§ What is being asked:
Find and copy each line of the records where the string "return" shows up.

=== Entries shown ===

"""How numbers, infinities and unknowns stand in the JSON documents."""

from __future__ import annotations

import math
from typing import Any

DIGITS = 10
"""Significant digits kept; far below any simulation error, above rounding noise."""
ABOVE = "above 50"
UNBOUNDED = "no upper end"


def number(value: float | int | None) -> float | int | None:
    """A JSON number; None for what is unknown or infinite."""
    if value is None or isinstance(value, int):
        return value
    value = float(value)
    if not math.isfinite(value):
        return None
    rounded = float(f"{value:.{DIGITS}g}")
    return rounded if math.isfinite(rounded) else value


def noted(key: str, value: float | int | None, note: str) -> dict[str, Any]:
    """The key with its number, and beside a null the note that explains it."""
    shown = number(value)
    return {key: shown} if shown is not None else {key: None, f"{key}_note": note}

===

§ Exercise solution:
        return value
        return None
    return rounded if math.isfinite(rounded) else value
    return {key: shown} if shown is not None else {key: None, f"{key}_note": note}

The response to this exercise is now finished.